[−][src]Module httlib_huffman::decoder

Provides an implementation of the canonical Huffman decoder.

When an entity receives a header, for which it determines that it contains content encoded with the canonical Huffman algorithm, it has to decode this content in the shortest possible time with as few resources as possible. The execution speed of this “simple“ task will contribute significantly to the response time, and this time must be as short as possible.

Reading and decoding a sequence bit by bit appears to be inadequate performance-wise. Reading in buffered chunks outperforms reading bit by bit. The trick of fast Huffman decoding is reading N-bits at a time. Since we cannot determine how the seemingly “random” Huffman sequence corresponds to actual data, we use flattened Huffman tree matrix that enables decoding of N-bits at a time. This matrix is created by the flatten module.

Let's learn the decoded mechanics based on a simple matrix that allowsfor reading 2 bits at a time.

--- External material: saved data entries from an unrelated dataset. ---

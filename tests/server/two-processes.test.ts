import { v7 as newId } from 'uuid';
import { afterAll, beforeAll, describe, expect, test } from 'vitest';

import { makeDatabase, makePool, type Database, type Handle } from '@/db/connection';
import { caseLog } from '@/db/read-models/case-log';
import type { CaseCommand } from '@/lib/case/commands';
import { commandDigest } from '@/lib/record/command-digest';
import { verifyChain } from '@/lib/record/verify-chain';
import { appendCommand } from '@/server/commands/append-command';
import { makeServerContext } from '@/server/make-server-context';
import type { ServerContext } from '@/server/server-context';
import { createLogger } from '@/server/telemetry/logger';

import { planCaseAs, runCommand } from './house/client';
import { openTestHouse, type TestHouse } from './house/open-test-house';

let house: TestHouse;
let admin: Handle;
const databases: Database[] = [];

/** A memory, a queue and pools of its own: what a second process would have. */
function anotherProcess(): ServerContext {
  const { appUrl, feedUrl, auditUrl, secret } = house.database;
  const database = makeDatabase({ app: appUrl, feed: feedUrl, audit: auditUrl });
  databases.push(database);
  return makeServerContext({ database, log: createLogger({ level: 'silent' }), publicUrl: house.url, secret, isDemo: true });
}

beforeAll(async () => {
  house = await openTestHouse();
  admin = makePool(house.database.adminUrl, 1, 'fascicle test');
});
afterAll(async () => {
  await Promise.all(databases.map((database) => database.close()));
  await admin.destroy();
  await house.close();
});

async function givenTo(context: ServerContext, caseId: string, command: CaseCommand, commandId: string = newId()) {
  const { hospital_id: hospitalId } = await admin('cases').where({ id: caseId }).first('hospital_id');
  const author = { id: 'test', role: 'neurophysiologist', displayName: 'Neurophysiologist' };
  const eventAt = new Date().toISOString();
  return appendCommand(context, { caseId, hospitalId, commandId, commandDigest: commandDigest(command), eventAt, author, command });
}

const logOf = (caseId: string) => caseLog(admin, caseId, { afterSeq: 0, limit: 10_000, kinds: null });

describe('two processes on one database', () => {
  test('write one case in turns without a gap, a double or a broken chain, and remember the same state', async () => {
    const caseId = await planCaseAs(house, 'desk@demo.example');
    const [one, two] = [anotherProcess(), anotherProcess()];
    await givenTo(one, caseId, { name: 'open-case', clockOffsetMs: null });
    const replies = await Promise.all(
      Array.from({ length: 60 }, (_, index) => givenTo(index % 2 === 0 ? one : two, caseId, index % 5 === 0 ? (runCommand('wrist') as CaseCommand) : { name: 'send-message', text: `Message ${index}` })),
    );
    expect(replies.filter((reply) => reply.kind !== 'committed')).toEqual([]);
    const log = await logOf(caseId);
    expect(verifyChain(log.map(({ bytes, hash }) => ({ bytes, hash })))).toEqual({ ok: true, count: log.length });
    expect(new Set(log.map(({ entry }) => entry.commandId)).size).toBe(62);
    const [first, second] = [await one.memory.catchUp(caseId), await two.memory.catchUp(caseId)];
    expect(first).toEqual(second);
    expect(first).toEqual(await anotherProcess().memory.load(caseId));
  });

  test('one command id given to both at once is committed once and answered alike', async () => {
    const caseId = await planCaseAs(house, 'desk@demo.example');
    const [one, two] = [anotherProcess(), anotherProcess()];
    const commandId = newId();
    const replies = await Promise.all([one, two].map((process) => givenTo(process, caseId, { name: 'open-case', clockOffsetMs: null }, commandId)));
    expect(replies[0]).toMatchObject({ kind: 'committed', entries: [{ seq: 2, kind: 'case.opened' }] });
    expect(replies[1]).toEqual(replies[0]);
    expect((await logOf(caseId)).length).toBe(2);
  });

  test('a memory that is behind never refuses what the log allows, nor allows what the log refuses', async () => {
    const caseId = await planCaseAs(house, 'desk@demo.example');
    const [one, two] = [anotherProcess(), anotherProcess()];
    expect((await two.memory.load(caseId)).state.status).toBe('planned');
    await givenTo(one, caseId, { name: 'open-case', clockOffsetMs: null });
    // Two still believes "planned": it would refuse a phase, and would accept an opening.
    expect(await givenTo(two, caseId, { name: 'change-phase', phase: 'monitoring', reason: null })).toMatchObject({ kind: 'committed' });
    expect((await one.memory.load(caseId)).state.phase).toBe('set-up');
    expect(await givenTo(one, caseId, { name: 'change-phase', phase: 'monitoring', reason: null })).toMatchObject({ kind: 'refused', code: 'same-phase' });
  });

  test('the control: without its key the log would have taken both', async () => {
    const caseId = await planCaseAs(house, 'desk@demo.example');
    const [one, two] = [anotherProcess(), anotherProcess()];
    await Promise.all([one.memory.load(caseId), two.memory.load(caseId)]);
    // Both stand at number 1 and decide from there; only the key makes the second one decide again.
    const replies = await Promise.all([one, two].map((process) => givenTo(process, caseId, { name: 'open-case', clockOffsetMs: null })));
    expect(replies.map((reply) => reply.kind).sort()).toEqual(['committed', 'refused']);
  });
});

describe('snapshots', () => {
  test('a case of over 500 entries is begun from its snapshot and folds to the same state', async () => {
    const caseId = await planCaseAs(house, 'desk@demo.example');
    const writer = anotherProcess();
    await givenTo(writer, caseId, { name: 'open-case', clockOffsetMs: null });
    for (let index = 0; index < 510; index += 1) await givenTo(writer, caseId, { name: 'send-message', text: `Message ${index}` });
    await expect.poll(async () => Number((await admin('case_snapshots').where({ case_id: caseId }).count('* as count').first())?.count)).toBe(1);
    const written = await writer.memory.load(caseId);
    const read = await anotherProcess().memory.load(caseId);
    expect(read).toEqual(written);
  }, 90_000);
});
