import { describe, expect, test } from 'vitest';

import { actionForCommand } from '@/lib/policy/action-for-command';
import { actions, type Action } from '@/lib/policy/action';
import type { Actor, Role } from '@/lib/policy/actor';
import { decideAccess } from '@/lib/policy/decide-access';
import type { CaseResource, Resource } from '@/lib/policy/resource';

import { accountMatrix, caseMatrix, columns, hospitalMatrix } from './access-matrix';

const roles: readonly Role[] = ['neurophysiologist', 'surgeon', 'physician', 'reviewer', 'administrator'];
const statuses = ['planned', 'open', 'closed'] as const;
const here = 'hospital-here';
const elsewhere = 'hospital-elsewhere';

function cell(matrix: Readonly<Record<string, string>>, row: string, action: Action): boolean {
  const signs = matrix[row]?.split(' ');
  if (signs === undefined) throw new Error(`No row "${row}" in the matrix.`);
  if (signs.length !== columns.length) throw new Error(`Row "${row}" has ${signs.length} cells, not ${columns.length}.`);
  const sign = signs[columns.indexOf(action)];
  if (sign !== '+' && sign !== '.') throw new Error(`No cell for "${action}" in row "${row}".`);
  return sign === '+';
}

function actorOf(who: string, hospitalId = here): Actor {
  if (who === 'nobody') return { kind: 'none' };
  if (who === 'timer') return { kind: 'timer' };
  if (who === 'screen') return { kind: 'screen', screenId: 's', hospitalId, caseId: 'case-1' };
  const memberships = who === 'former-member' ? [] : [{ hospitalId, role: who as Role }];
  return { kind: 'person', personId: 'me', memberships };
}

function caseOf(who: string, relation: string, status: CaseResource['status']): CaseResource {
  const otherRole = roles[(roles.indexOf(who as Role) + 1) % roles.length] as Role;
  const mine = { personId: 'me', role: who === 'former-member' ? ('neurophysiologist' as const) : (who as Role) };
  const assignments = {
    assigned: [mine],
    'assigned-otherwise': [{ personId: 'me', role: otherRole }],
    unassigned: [{ personId: 'another', role: who as Role }],
    'other-hospital': [mine],
  }[relation];
  return { kind: 'case', hospitalId: here, caseId: relation === 'another' ? 'case-2' : 'case-1', status, assignments: assignments ?? [] };
}

const people = roles.flatMap((who) => ['assigned', 'assigned-otherwise', 'unassigned', 'other-hospital'].map((relation) => [who, relation] as const));
const others = [['former-member', 'assigned'], ['screen', 'own'], ['screen', 'another'], ['timer', 'any'], ['nobody', 'any']] as const;

describe('decideAccess on a case', () => {
  for (const [who, relation] of [...people, ...others]) {
    for (const status of statuses) {
      test(`${who}, ${relation}, ${status}`, () => {
        const actor = actorOf(who, relation === 'other-hospital' ? elsewhere : here);
        for (const action of actions) {
          const decision = decideAccess(actor, action, caseOf(who, relation, status));
          expect([action, decision.isAllowed]).toEqual([action, cell(caseMatrix, `${who} ${relation} ${status}`, action)]);
          expect(decision.rule === 'no-rule').toBe(!decision.isAllowed);
        }
      });
    }
  }

  test('has no row that no test reads, and a column for every action', () => {
    expect([...columns]).toEqual([...actions]);
    expect(Object.keys(caseMatrix).length).toBe((people.length + others.length) * statuses.length);
  });
});

describe('decideAccess on hospital and account', () => {
  const asked = (matrix: Readonly<Record<string, string>>, resourceOf: (relation: string) => Resource) => {
    for (const row of Object.keys(matrix)) {
      test(row, () => {
        const [who = '', relation = ''] = row.split(' ');
        for (const action of actions) {
          const { isAllowed } = decideAccess(actorOf(who), action, resourceOf(relation));
          expect([action, isAllowed]).toEqual([action, cell(matrix, row, action)]);
        }
      });
    }
  };
  asked(hospitalMatrix, (relation) => ({ kind: 'hospital', hospitalId: relation === 'own-hospital' ? here : elsewhere }));
  asked(accountMatrix, (relation) => ({ kind: 'account', personId: relation === 'own' ? 'me' : 'another' }));
});

describe('decideAccess with what it does not know', () => {
  const planned = caseOf('neurophysiologist', 'assigned', 'planned');

  test('denies an undefined actor, action and resource', () => {
    const known = actorOf('neurophysiologist');
    expect(decideAccess({} as Actor, 'see-case', planned).isAllowed).toBe(false);
    expect(decideAccess(known, undefined as unknown as Action, planned).isAllowed).toBe(false);
    expect(decideAccess(known, 'erase-case' as Action, planned).isAllowed).toBe(false);
    expect(decideAccess(known, 'see-case', {} as Resource).isAllowed).toBe(false);
    expect(decideAccess(known, 'see-case', { ...planned, status: 'sealed' as 'closed' }).isAllowed).toBe(false);
  });

  test('two hospitals do not lend roles to each other', () => {
    const both: Actor = {
      kind: 'person',
      personId: 'me',
      memberships: [{ hospitalId: elsewhere, role: 'neurophysiologist' }, { hospitalId: here, role: 'administrator' }],
    };
    expect(decideAccess(both, 'see-case', planned).isAllowed).toBe(false);
  });

  test('names the rule that allowed', () => {
    expect(decideAccess(actorOf('screen'), 'see-case', planned).rule).toBe('wall-of-the-case');
    expect(decideAccess(actorOf('reviewer'), 'see-case', caseOf('reviewer', 'unassigned', 'closed')).rule).toBe('reviewer-of-closed-cases');
  });
});

test('actionForCommand keeps timers and planning out of the people\'s door', () => {
  expect(actionForCommand('miss-repeat')).toBe('run-timer');
  expect(actionForCommand('plan-case')).toBe('plan-case');
  expect(actionForCommand('send-message')).toBe('send-message');
  expect(actionForCommand('log-run')).toBe('write-case');
});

Path	ID	SYM	LFT	00	01	10	11
//	0	-	-	1	2	3	6
//00	1	A	0	-	-	-	-
//01	2	B	0	-	-	-	-
//10	2	B	0	-	-	-	-
//10	3	-	-	4	4	5	5
//100X	4	C	1	-	-	-	-
//101X	5	D	1	-	-	-	-
//11	6	E	0	-	-	-	-

We'll be using a sequence of characters: A, D, and B.

ADE = 0010101

The Huffman sequence will be decoded by reading 2 bits at a time. Every reading begins at the root symbol //. First, we read the first two bits 00. In line one of the matrix at ID=0, we need to check where this code leads, or if it corresponds to any of the characters. Read bits lead to the second line with ID=1 and they represent the letter A.

The process is repeated for the next 2 bits 10. This code leads us to the line with ID=3 which doesn’t represent a character, so we continue the process for the next 2 bits 10. This code then leads us to line 5, representing the letter D. Here we can see that the value of the column LFT=1, meaning that there is a leftover 1. This means that in order to continue reading bits we have to shift to one bit back and continue the process there.

We position ourselves back to the root position while keeping the last bit 0, and keep reading until we reach the sum of 2 bits. This means that we need to read only 1 bit 1. Code 01 corresponds with character B and with this we conclude the decoding process.

00XXXXX => A
XX10XXX => continue
XXXX10X => D
XXXXX01 => B

With the use of the translation matrix we successfully decoded the Huffman sequence back into readable characters. This is how the decoder decodes literal values. The process is optimal, while it is best for web servers to read more bits at a time. Considering that the shortest Huffman code for an individual character is 5 bits long, it’s optimal, for the best ratio between speed and used resources, to read 4 bits at a time. More bits at a time mean faster decoding but at the same time a larger translation table and with it a higher memory footprint.

Modules

table1
table2
table3
table4
table5

Enums

DecoderError	Contains error options that can be encountered while performing the decoding operations.
DecoderSpeed	Provides available decoding speed options which represent the number of bits that the decoder can read at a time.

Functions

decode

Decodes Huffman's src sequence into dst vector of bytes. The speed parameter is used to tell the encoder how many bits should be read and decoded at a time.